Williams: Like you said, it was the end of the game, they were on their way to coming back. We basically just knew that we needed to make some type of plays, whether it’s sacks or strips, get the ball back or something like that. We tried to keep them out of there. I realized this was a pass protection because the offensive tackles had their hands on their knees instead of in the dirt. From that point I’m just try to react to whoever moves first, whether it’s the O-lineman or the ball. Get-off is the biggest part of a pass rush. They tried to chip me with the back. and I just spun off of his chip and went to the other side.
Benoit: At this point in the game, was there an extra “oomph” in your pass rush? You say you’ve got to step up, you’ve got to make a play and all that kind of stuff. I imagine in the second quarter, it’s third-and-5 and you rush the passer off a nickel d-align, you’re going hard, you’re going all out. But is your all-out in the second quarter different than your all-out at the end of the game right here? Do you find a different gear you didn’t know was there, or how does that work?
Williams: I would say there is a different gear because in the second quarter it’s still a long game. I’m still going to give it my all like you said but when it comes down to a tight game like this against a rival team, it comes down to big players making big-time plays in big-time games and stuff like that. So it always goes in my head when we’re playing big games—when it comes close like that I just try to put the team on my back and just try to make some plays.
Benoit: Now the politically correct answer to this question is “I’m prepared to play every position, whatever they ask me to do.” What’s your best position, though, for the NFL?
Williams: I think what I do best, I have a lot of versatility. I’m able to play 3-technique if they need me to head up, or 5-technique, but I would prefer probably 3-technique in just attack mode. I’m able to get off the ball faster that way and get to the quarterback.
* * *
The film session leaves me with a much better impression of Williams. I’m inexperienced analyzing college athletes and projecting them to the NFL, but from the small examination of Williams’ film I didn’t quite see him as the athletic freak I’d been told to expect. Sure, there are glimmers of that, but what will make Williams successful in the NFL is his capacity for employing fundamentals. He has the tools to build on this as a pro. Williams tends to play tall, which is often a good way to get blocked. But Richard Seymour played tall, and it’s a combination of power and movement skills that has kindled comparisons between the two. Seymour, who deserves serious Hall of Fame consideration, had more raw power and unusually long arms, allowing him to get away with playing upright. Williams will have to play lower.

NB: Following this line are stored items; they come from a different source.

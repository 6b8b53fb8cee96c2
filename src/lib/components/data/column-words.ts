import { unitText } from '$lib/client/numbers';
import type { ColumnMapping, ColumnRole, Mapping } from '$lib/schemas/sheet';

export const ROLE_WORDS: Record<ColumnRole, string> = {
	time: 'elapsed time',
	species: 'species',
	temperature: 'temperature log',
	sample: 'sample name',
	injection: 'injection number',
	'internal standard': 'internal standard',
	peak: 'peak name',
	value: 'value of the peak',
	ignore: 'not used'
};

export const UNIT_ROLES: readonly ColumnRole[] = ['time', 'species', 'value', 'temperature', 'internal standard'];

/** "A", "A + B", or that nobody has said yet. */
export function speciesWords(weights: Record<string, number> | undefined): string {
	const ids = Object.keys(weights ?? {});
	return ids.length ? ids.join(' + ') : 'species not chosen';
}

/** What the chip of a column says after its letter: "elapsed time, h" or "A, mmol/L". */
export function columnWords(column: ColumnMapping): string {
	const what = column.role === 'species' ? speciesWords(column.weights) : ROLE_WORDS[column.role];
	const unit = column.unit ? unitText(column.unit) : UNIT_ROLES.includes(column.role) ? 'unit not known' : '';
	return unit ? `${what}, ${unit}` : what;
}

/** Whether a column still lacks what it needs. */
export function isIncomplete(column: ColumnMapping): boolean {
	if (column.role === 'species' && Object.keys(column.weights ?? {}).length === 0) return true;
	return ['species', 'value'].includes(column.role) && column.unit === null;
}

export const usedColumns = (mapping: Mapping): ColumnMapping[] =>
	mapping.columns.filter((c) => c.role !== 'ignore');
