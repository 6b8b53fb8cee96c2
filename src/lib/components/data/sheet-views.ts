import { SheetView } from '$lib/assay';
import type { GridWorkbook } from '$lib/schemas/sheet';

/** The sheets of a workbook, each made ready for reading once. */
export class SheetViews {
	private readonly views = new Map<string, SheetView>();

	constructor(readonly workbook: GridWorkbook) {}

	of(name: string | undefined): SheetView | null {
		const sheet = this.workbook.sheets.find((s) => s.name === name);
		if (!sheet) return null;
		const view = this.views.get(sheet.name) ?? new SheetView(this.workbook, sheet);
		this.views.set(sheet.name, view);
		return view;
	}
}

After the film session, I do a quick interview with Williams. Sitting directly across from him, I get a true appreciation for his size. He engulfs his chair, blocking out the light behind him and leaving me heartbreakingly aware of my skinny arms. He maintains eye contact throughout the questions and even during the downtime—of which there’s more than expected while the camera crew rearranges equipment. As the delay wears on, awkwardness threatens to set in. Williams fidgets a bit. Suddenly, it’s easy to remember that he’s only 20.
After the cameras mercifully start rolling again, we wrap up with some of the obligatory questions—the ones Williams undoubtedly answered throughout his earlier whirlwind of interviews. He remains patient and thoughtful through the end, which he punctuates with a handshake that’s both soft and firm, like what you’d imagine a bear’s to be if it had opposable thumbs.
With that, Williams is ushered out of the room. He has one more interview to cap a long day. Tomorrow it’s back to his full-time job: football.